__PROBLEM TO SOLVE__: The answer is to be an exact copy of the lines below running from the line with "from rulecheck.facts.terms import" down to the line with "many of its", both ends included, and nothing more.
---- INPUT FOR THIS TASK
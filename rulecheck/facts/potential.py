"""How far apart two nets can be: along switch positions and stiff voltages, at the most.

driver ground on BUS-, return on the midpoint: the lower position's largest off voltage
"""

import heapq
from collections.abc import Mapping
from itertools import product

from rulecheck.facts.facts import Bounds, Value
from rulecheck.facts.inputs import Inputs
from rulecheck.stage import Position
from rulecheck.values import Interval, Unknown

Steps = Mapping[str, tuple[tuple[str, float], ...]]


def known_steps(inputs: Inputs) -> Steps:
    """By net: nets joined to it by a position, a stiff voltage or a barrier of the sheet, and the
    largest volts between."""
    steps: dict[str, list[tuple[str, float]]] = {}
    for position in inputs.stage.positions:
        span = inputs.demands.positions[position.name].off_voltage
        _add(steps, position.start, position.end, span)
        for inner in _inner_nets(inputs, position):
            _add(steps, position.start, inner, span)
            _add(steps, inner, position.end, span)
    for (one, other), span in inputs.voltage_between.items():
        _add(steps, one, other, span)
    for barrier in inputs.stage.barriers:
        if barrier.voltage is not None:
            first, second = (inputs.stage.domains[name] for name in barrier.domains)
            for one, other in product(first, second):
                _add(steps, one, other, Interval(-barrier.voltage, barrier.voltage))
    return {net: tuple(found) for net, found in steps.items()}


def _inner_nets(inputs: Inputs, position: Position) -> tuple[str, ...]:
    """Nets between the position's devices, such as the common source of a pair: they stay within
    its voltage."""
    devices = (inputs.part_by_name[name] for name in position.parts)
    nets = (inputs.merged(net) for d in devices for e in d.edges for net in (e.tail, e.head))
    ends = (position.start, position.end)
    return tuple(dict.fromkeys(net for net in nets if net not in ends))


def _add(
    steps: dict[str, list[tuple[str, float]]], one: str, other: str, span: Interval | Unknown
) -> None:
    if isinstance(span, Interval) and span.bounded:
        steps.setdefault(one, []).append((other, span.magnitude))
        steps.setdefault(other, []).append((one, span.magnitude))


def largest_difference(steps: Steps, one: str, other: str) -> Value:
    """Volts between the nets: exact over one step, at most over several."""
    if one == other:
        return 0.0
    direct = [volts for net, volts in steps.get(one, ()) if net == other]
    if direct:
        return max(direct)
    settle = f"domains and barriers of the sheet: the voltage between those of {one} and {other}"
    unknown = Unknown(f"voltage between {one} and {other}", settle)
    most = _shortest(steps, one, other)
    return unknown if most is None else Bounds(Interval(0.0, most), (unknown,))


def _shortest(steps: Steps, start: str, end: str) -> float | None:
    done: set[str] = set()
    waiting = [(0.0, start)]
    while waiting:
        volts, net = heapq.heappop(waiting)
        if net == end:
            return volts
        if net in done:
            continue
        done.add(net)
        for other, step in steps.get(net, ()):
            heapq.heappush(waiting, (volts + step, other))
    return None
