"""Facts of what the gates' commands do to a group: shorts and interruptions, and for how long."""

from collections.abc import Iterable, Mapping, Sequence

from rulecheck.demand import CommandedGroup, CommandedState, Group
from rulecheck.facts.facts import Bounds, Subject, Value
from rulecheck.facts.inputs import Inputs, group_name
from rulecheck.facts.leg_timing import LegTiming, timing_of
from rulecheck.facts.terms import SubjectTerm, count, link, number, span_of, text, texts, yes_no
from rulecheck.stage import CommonWindow
from rulecheck.values import Dimension, Interval, Unknown, natural_key, write_quantity

_T, _V = Dimension.TIME, Dimension.VOLTAGE

GROUP_FIELDS = (
    count("gated-devices", "How many of its devices have a gate."),
    yes_no("latching", "Some of its devices turn off by themselves only (thyristor, triac)."),
    yes_no("may-not-overlap", "All its gates on would short a voltage."),
    yes_no("may-not-pause", "No gate on would interrupt a current, for want of a free path."),
    number("commanded-period", _T, "The time after which its gates' commands repeat together."),
    number("short-time", _T, "Time in that period in which the commands short a voltage."),
    texts("shorting", "The positions in the loop of the first such short."),
    text("shorted", "The voltage that it shorts."),
    span_of("shorted-voltage", _V, "The range of that voltage."),
    text("short-at", "When in the period it begins."),
    number("gap-time", _T, "Time in that period in which the commands leave a current no way."),
    texts("gap-currents", "Whose current that is."),
    text("gap-at", "When in the period it begins, and what is on then."),
)

COMMANDED_STATE = SubjectTerm(
    "commanded-state",
    "Devices that the netlist's gate sources command on at the same time.",
    (
        texts("on", "The devices that are on."),
        number("at", _T, "When it first begins, from the start of the common period."),
        number("length", _T, "How long it lasts in all, in one common period."),
        number("share", Dimension.NUMBER, "The same as a share of the period."),
        yes_no("shorts", "It shorts a voltage."),
        text("shorted", "The voltage that it shorts; empty where none."),
        texts("interrupts", "Whose current it leaves no way, whichever its direction."),
        texts("interrupts-one-way", "Whose current it leaves a way in one of two directions only."),
    ),
    (
        link("group", "group", "The group that it is commanded in."),
        link("positions", "position", "The positions of those devices."),
    ),
)


def group_values(inputs: Inputs, group: Group) -> dict[str, Value]:
    """The group's fields; unknown where the commands of its gates are not all known."""
    commanded = commanded_group(inputs, group.positions)
    if commanded is None:
        return {**_nothing(), "gated-devices": 0.0}
    shown = tuple(item.carrier for item in inputs.demands.interrupted)
    can = tuple(name for name in commanded.can_interrupt if name not in shown)
    values: dict[str, Value] = {
        **_nothing(),
        "gated-devices": float(len(commanded.devices)),
        "latching": commanded.latching,
        "may-not-overlap": commanded.can_short,
        "may-not-pause": bool(can),
    }
    window = commanded.window
    if isinstance(window, Unknown) or commanded.latching:
        unknown = window if isinstance(window, Unknown) else _latched(commanded)
        kept_apart = _kept_apart(inputs, commanded)
        values["commanded-period"] = unknown
        values["short-time"] = 0.0 if kept_apart or not commanded.can_short else unknown
        values["gap-time"] = unknown if can else 0.0
        return values
    return values | _short_values(inputs, commanded) | _gap_values(commanded, window, shown)


def commanded_group(inputs: Inputs, positions: Iterable[str]) -> CommandedGroup | None:
    wanted = set(positions)
    return next((g for g in inputs.demands.commanded if wanted == set(g.positions)), None)


def _nothing() -> dict[str, Value]:
    return {
        **dict.fromkeys(("latching", "may-not-overlap", "may-not-pause"), False),
        **dict.fromkeys(("shorting", "gap-currents"), ()),
        **dict.fromkeys(("commanded-period", "short-time", "gap-time"), 0.0),
        **dict.fromkeys(("shorted", "short-at", "gap-at"), ""),
        "shorted-voltage": Interval(0.0, 0.0),
    }


def _latched(group: CommandedGroup) -> Unknown:
    names = ", ".join(group.devices)
    return Unknown(f"how long {names} conduct", "devices that their gates turn off")


def _kept_apart(inputs: Inputs, group: CommandedGroup) -> bool:
    """A dead time, or a driver's interlock, is known for all that could short."""
    timings = _timings(inputs, group)
    if not timings:
        return bool(inputs.stage.switching.dead_time)
    return all(timing.overlap == 0.0 for timing in timings)


def _timings(inputs: Inputs, group: CommandedGroup) -> list[LegTiming]:
    return [
        timing_of(inputs, leg)
        for leg in inputs.demands.legs
        if {*leg.high, *leg.low} <= set(group.positions)
    ]


def _short_values(inputs: Inputs, group: CommandedGroup) -> dict[str, Value]:
    window = group.window
    assert isinstance(window, CommonWindow)
    certain = [state for state in group.states if not isinstance(state.loop, Unknown)]
    shorting = sorted((s for s in certain if s.loop is not None), key=lambda state: state.at)
    length = sum((state.length for state in shorting), 0.0)
    open_ = [state for state in group.states if isinstance(state.loop, Unknown)]
    values: dict[str, Value] = {
        "commanded-period": window.length,
        "short-time": _at_least(length, open_, tuple(s.loop for s in open_)),
    }
    first = shorting[0].loop if shorting else None
    if first is None or isinstance(first, Unknown):
        return values
    return values | {
        "shorting": tuple(sorted(first.positions, key=natural_key)),
        "shorted": first.across,
        "shorted-voltage": first.voltage,
        "short-at": write_quantity(shorting[0].at, "s", 4),
    }


def _at_least(length: float, open_: Sequence[CommandedState], missing: Iterable[object]) -> Value:
    if not open_:
        return length
    most = length + sum(state.length for state in open_)
    return Bounds(Interval(length, most), tuple(m for m in missing if isinstance(m, Unknown)))


def _gap_values(
    group: CommandedGroup, window: CommonWindow, shown: Sequence[str]
) -> dict[str, Value]:
    """Currents that all gates off interrupt, as another rule says, are left out."""
    lost = _first_with([(s, s.interrupted) for s in group.states], shown)
    half = _first_with([(s, s.interrupted_one_way) for s in group.states], shown)
    names = tuple(dict.fromkeys(name for _, found in lost for name in found))
    length = sum((state.length for state, _ in lost), 0.0)
    open_ = [state for state, _ in half if state not in [s for s, _ in lost]]
    missing = tuple(
        Unknown(f"direction of the current of {name}", f"set: {{{name}: {{current: ...}}}}")
        for name in dict.fromkeys(name for _, found in half for name in found)
    )
    values: dict[str, Value] = {
        "commanded-period": window.length,
        "gap-time": _at_least(length, open_, missing),
        "gap-currents": names,
    }
    if lost:
        first = lost[0][0]
        on = ", ".join(first.devices) or "nothing"
        values["gap-at"] = f"{write_quantity(first.at, 's', 4)}, with {on} on"
    return values


def _first_with(
    states: Iterable[tuple[CommandedState, tuple[str, ...]]], shown: Sequence[str]
) -> list[tuple[CommandedState, tuple[str, ...]]]:
    kept = [(s, tuple(name for name in found if name not in shown)) for s, found in states]
    return sorted(((s, found) for s, found in kept if found), key=lambda pair: pair[0].at)


def collect(inputs: Inputs) -> tuple[Subject, ...]:
    """One subject for each set of devices that the sources command on together."""
    return tuple(
        _state(inputs, group, state) for group in inputs.demands.commanded for state in group.states
    )


def state_names(inputs: Inputs, group: Group) -> tuple[str, ...] | Unknown:
    """The names of a group's commanded states; unknown where its commands are."""
    commanded = commanded_group(inputs, group.positions)
    if commanded is None:
        return ()
    if isinstance(commanded.window, Unknown):
        return commanded.window
    return tuple(_name(commanded, state) for state in commanded.states)


def _name(group: CommandedGroup, state: CommandedState) -> str:
    return f"{group_name(group.positions)}: {'+'.join(state.devices) or 'none'} commanded"


def _state(inputs: Inputs, group: CommandedGroup, state: CommandedState) -> Subject:
    window = group.window
    length = window.length if isinstance(window, CommonWindow) else state.length
    loop = state.loop
    values: dict[str, Value] = {
        "on": state.devices,
        "at": state.at,
        "length": state.length,
        "share": state.length / length,
        "shorts": loop if isinstance(loop, Unknown) else loop is not None,
        "shorted": loop if isinstance(loop, Unknown) else loop.across if loop else "",
        "interrupts": state.interrupted,
        "interrupts-one-way": state.interrupted_one_way,
    }
    positions = _positions(inputs.positions_of_part, state.devices)
    links = {"group": (group_name(group.positions),), "positions": positions}
    parts = state.devices or inputs.parts_of_positions(group.positions)
    span, related = inputs.span_of_parts(parts), inputs.related_spans(parts)
    name = _name(group, state)
    return Subject("commanded-state", name, values, links, state.devices, (), span, related)


def _positions(table: Mapping[str, tuple[str, ...]], devices: Iterable[str]) -> tuple[str, ...]:
    return tuple(dict.fromkeys(found for name in devices for found in table.get(name, ())))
--------
__RESPONSE AREA__:
from rulecheck.facts.terms import SubjectTerm, count, link, number, span_of, text, texts, yes_no
from rulecheck.stage import CommonWindow
from rulecheck.values import Dimension, Interval, Unknown, natural_key, write_quantity

_T, _V = Dimension.TIME, Dimension.VOLTAGE

GROUP_FIELDS = (
    count("gated-devices", "How many of its devices have a gate."),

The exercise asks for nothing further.